- Opening Delimiter -

def _best_split(engine: ExactSearch, goal: DividerGoal, kt: int, kb: int, low: float, high: float,
                rb_max: float, centre: float) -> _Hit | None:
    """The best pair with kt parts on top and kb below (see the module docstring)."""
    small_is_top = kt <= kb
    n_small, n_big = (kt, kb) if small_is_top else (kb, kt)
    table = engine.tables[n_small]
    s = table.values
    idx = np.arange(len(s))
    lo = np.maximum(low - s, 0.0)
    hi = high - s
    if small_is_top:
        hi = np.minimum(hi, rb_max)  # the big arm is the bottom
        ideal = goal.ideal_bottom(s)
    else:
        keep = s <= rb_max * (1 + EDGE_SLACK)
        idx, s, lo, hi = idx[keep], s[keep], lo[keep], hi[keep]
        ideal = goal.ideal_top(s)
    keep = hi >= lo
    idx, s, lo, hi, ideal = idx[keep], s[keep], lo[keep], hi[keep], ideal[keep]
    if not len(s):
        return None
    query = np.clip(ideal, lo, hi)
    used = table.parts[idx] if engine.limited else None
    floor, ceil = engine.bounds(n_big, query, used)
    best: _Hit | None = None
    for side, x in ((-1, floor), (+1, ceil)):
        ok = np.isfinite(x) & (x > 0)
        total = s + np.where(ok, x, 0.0)
        ok &= (total >= low * (1 - EDGE_SLACK)) & (total <= high * (1 + EDGE_SLACK))
        if small_is_top:
            ok &= x <= rb_max * (1 + EDGE_SLACK)
        where = np.nonzero(ok)[0]
        if not where.size:
            continue
        xs, ss = x[where], s[where]
        rt, rb = (ss, xs) if small_is_top else (xs, ss)
        err = np.abs(goal.error(rt, rb))
        tie = np.abs(np.log((ss + xs) / centre))
        least = err.min()
        near = np.nonzero(err - least <= SAME_ERROR)[0]
        j = near[np.argmin(tie[near])]
        hit = _Hit(float(err[j]), float(tie[j]), small_is_top, n_small, n_big, int(idx[where[j]]),
                   float(query[where[j]]), side)
        if best is None or hit.error < best.error - SAME_ERROR or (
                abs(hit.error - best.error) <= SAME_ERROR and hit.tie < best.tie):
            best = hit
    return best


def _row(engine: ExactSearch, goal: DividerGoal, stock: StockBin, k: int, hit: _Hit) -> DividerRow:
    """The row of a hit: both arms rebuilt, tied to stock lines jointly, verified."""
    used = engine.tables[hit.n_small].parts[[hit.small_index]] if engine.limited else None
    small = engine.network_at(hit.n_small, hit.small_index)
    # the engine's witness for the floor (side -1) or ceil (+1) at the same query the search made
    big = engine.witness(hit.n_big, np.array([hit.query]), used, hit.side)
    top, bottom = (small, big) if hit.small_is_top else (big, small)
    top, bottom = tie_arms(top, bottom, stock, goal)
    rt, rb = resistance(top), resistance(bottom)
    return DividerRow(
        parts=k,
        top=checked_arm(top),
        bottom=checked_arm(bottom),
        ratio=goal.ratio_of(rt, rb),
        output=float(goal.output(rt, rb)),
        error=float(goal.error(rt, rb)),
        proven=True,
    )


def tie_arms(top: Network, bottom: Network, stock: StockBin, goal: DividerGoal | None = None) -> tuple[Network, Network]:
    """Tie both arms' parts to stock lines at once, so together they never take more of a line than it holds.

    The two arms in series *are* the divider's string, so :func:`assign_lines` runs on
    ``series(top, bottom)`` (at the string's voltage, for headroom, when the goal has one) and
    the tied children are handed back to the arm they came from (a child of that series belongs
    to exactly one arm; equal children carry equal current, so which of two equal ones goes
    where changes nothing).

    Raises
    ------
    InfeasibleError
        When the bin cannot supply both arms together.
    """
    top, bottom = value_network(top), value_network(bottom)
    point = None
    if goal is not None and goal.has_voltage:
        point = OperatingPoint(volts=goal.vin if goal.kind == "voltage" else goal.vout)
    assigned = assign_lines(series(top, bottom), stock, point)
    if assigned is None:
        raise InfeasibleError(f"the bin cannot supply both arms together: {to_text(top)} and {to_text(bottom)}")
    tied = list(_series_children(assigned.network))
    top_kids = []
    for child in _series_children(top):
        j = next(i for i, t in enumerate(tied) if value_network(t) == child)
        top_kids.append(tied.pop(j))
    return series(*top_kids), series(*tied)


def _series_children(net: Network) -> tuple[Network, ...]:
    return net.children if isinstance(net, Series) else (net,)


def checked_arm(net: Network) -> Arm:
    """An arm with its value re-checked by the nodal solver (VerificationError beyond VERIFY_RTOL)."""
    value = resistance(net)
    edges, nodes = to_netlist(net)
    return Arm(net, value, verify_resistance(value, edges, nodes, rtol=VERIFY_RTOL))


# ---------------------------------------------------------------- review


def _extremes(net: Network) -> tuple[float, float]:
    """(lowest, highest) value of an arm over its parts' tolerances (exact: Rayleigh monotonicity)."""
    band = tolerance_band(net, [line_of(p)[0].tolerance for p in parts_in_order(net)])
    return band.low_ohms, band.high_ohms


def _arm_tc(net: Network) -> float:
    """The arm's coefficient Σ S_i·|α_i| in ppm/K: every part drifting its full tcr the same way.

    The part sensitivities S_i are positive, so this is also the largest magnitude the arm
    reaches when each part may drift either way; the two cases differ only in how the arms combine.
    """
    return temperature_coefficient(net, [line_of(p)[0].tcr_ppm for p in parts_in_order(net)])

- Closing Delimiter -

**What you will do:**
Beginning at the line above that contains "used = engine.tables[hit.n_small].parts[[hit.small_index]]", return each line exactly through the line that contains "# the engine's", and no others.

**Result of the exercise:**
    used = engine.tables[hit.n_small].parts[[hit.small_index]] if engine.limited else None
    small = engine.network_at(hit.n_small, hit.small_index)
    # the engine's witness for the floor (side -1) or ceil (+1) at the same query the search made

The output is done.